Minister of Public Safety Ralph Goodale said that it was too soon to say whether the crash was a case of international terrorism and that the government had not raised its terrorism alert.
The driver was heading south on busy Yonge Street around 1:30 p.m. and the streets were crowded with people enjoying an unseasonably warm day when the van jumped onto the sidewalk.
Ali Shaker, who was driving near the van at the time, told Canadian broadcast outlet CP24 that the driver appeared to be moving deliberately through the crowd at more than 30 mph.
"He just went on the sidewalk," a distraught Shaker said. "He just started hitting everybody, man. He hit every single person on the sidewalk. Anybody in his way he would hit."
Video shown on several Canadian outlets showed police arresting the driver, dressed in dark clothes, after officers surrounded him several blocks from where the incident occurred in north Toronto.

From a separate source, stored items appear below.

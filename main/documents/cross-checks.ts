import { choices, laterValues, type Choice } from '../contract/choices'
import type { Problem } from '../contract/errors'
import { resolutionRange } from '../contract/quantities'
import { allowedAt } from './allowed'
import { builtInCard, builtInCards } from './cards'
import { nearMiss } from './near-miss'
import { schemaAt, type Path } from './plan-schema'
import { shortValue, valueAt } from './problems'

/*
 * What no single field can know. All of it reads the document as written, so that it is said
 * together with what the schema says, however broken the rest is.
 */

const steps = (path: string): Path => path.split('.')
const at = (document: unknown, path: string): unknown => valueAt(document, steps(path))

/** The block of the other architecture is kept and has no effect, so its options need not be built. */
function hasEffect(path: string, architecture: unknown): boolean {
  if (path.startsWith('converter.flash.')) return architecture !== 'sar'
  return path.startsWith('converter.sar.') ? architecture !== 'flash' : true
}

function laterOptions(document: unknown, architecture: unknown): Problem[] {
  return (Object.entries(choices) as [string, Choice][]).flatMap(([path, { options, later }]) => {
    const value = at(document, path)
    if (!later || typeof value !== 'string' || !later.includes(value) || !hasEffect(path, architecture)) return []
    const ready = Object.keys(options).filter((option) => !later.includes(option))
    return [notYet(path, value, ready.map((option) => JSON.stringify(option)).join(', '), 'This option is part of the document but not built yet; take one of these.')]
  })
}

function laterNumbers(document: unknown, architecture: unknown): Problem[] {
  return laterValues.flatMap(({ path, later, allowed, hint }) => {
    const value = at(document, path)
    return later(value, document) && hasEffect(path, architecture) ? [notYet(path, value, allowed, hint)] : []
  })
}

function notYet(path: string, value: unknown, allowed: string, hint: string): Problem {
  return { code: 'not_available_yet', path, value: shortValue(value), allowed, hint }
}

function resolution(document: unknown, architecture: unknown): Problem[] {
  if (architecture !== 'flash' && architecture !== 'sar') return []
  const path = 'converter.resolution_bits'
  const value = at(document, path)
  const [min, max] = resolutionRange[architecture]
  if (typeof value !== 'number' || (value >= min && value <= max)) return []
  return [{
    code: 'out_of_range', path, value: shortValue(value), allowed: allowedAt(steps(path), architecture),
    hint: 'Change the resolution or the architecture.',
  }]
}

function redundancy(document: unknown): Problem[] {
  const path = 'converter.sar.redundant_cycles'
  const [value, bits] = [at(document, path), at(document, 'converter.resolution_bits')]
  if (typeof value !== 'number' || typeof bits !== 'number' || value < bits) return []
  return [{
    code: 'out_of_range', path, value: shortValue(value), allowed: `a whole number from 0 to ${bits - 1}, fewer than the bits`,
    hint: 'Plan fewer redundant cycles, or more bits.',
  }]
}

function widths(document: unknown): Problem[] {
  if (at(document, 'comparator.sizing') !== 'manual') return []
  const given = at(document, 'comparator.widths')
  if (given === undefined) return [missing('comparator.widths', 'Manual sizing needs the widths; add them, or take automatic sizing.')]
  if (at(document, 'comparator.topology') !== 'double_tail' || typeof given !== 'object') return []
  return ['second_tail_m', 'second_input_m'].map((key) => `comparator.widths.${key}`)
    .filter((path) => at(document, path) === undefined)
    .map((path) => missing(path, 'Manual sizing of a double tail needs it.'))
}

function missing(path: string, hint: string): Problem {
  const allowed = schemaAt(steps(path)) ? allowedAt(steps(path), undefined) : ''
  return { code: 'missing', path, value: '', allowed, hint }
}

function card(document: unknown): Problem[] {
  const path = 'process.card'
  const id = at(document, path)
  if (typeof id !== 'string' || id === '' || builtInCard(id)) return []
  const ids = builtInCards.map((known) => known.id)
  const near = nearMiss(id, ids)
  return [{
    code: 'unknown_card', path, value: shortValue(id), allowed: ids.join(', '),
    hint: near === null ? 'Take one of these, or put a whole card in its place.' : `Did you mean “${near}”?`,
  }]
}

/** Problems between fields, and of options that are not built yet. */
export function crossCheck(document: unknown): Problem[] {
  const architecture = at(document, 'converter.architecture')
  return [
    ...resolution(document, architecture), ...(architecture === 'sar' ? redundancy(document) : []), ...widths(document), ...card(document),
    ...laterOptions(document, architecture), ...laterNumbers(document, architecture),
  ]
}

A witness, Phil Zullo, told Canadian Press that he saw police arresting a man who had been driving a Ryder rental truck and saw people "strewn all over the road" where the incident occurred.
"I must have seen about five, six people being resuscitated by bystanders and by ambulance drivers," Zullo said. "It was awful. Brutal."
Police shut down the Yonge and Finch intersection following the incident and Toronto's transit agency said it had suspended service on the subway line running through the area.
Prime Minister Justin Trudeau expressed his sympathies for those involved. "Our hearts go out to everyone affected," Trudeau said in Ottawa. "We are going to have more to learn and more to say in the coming hours."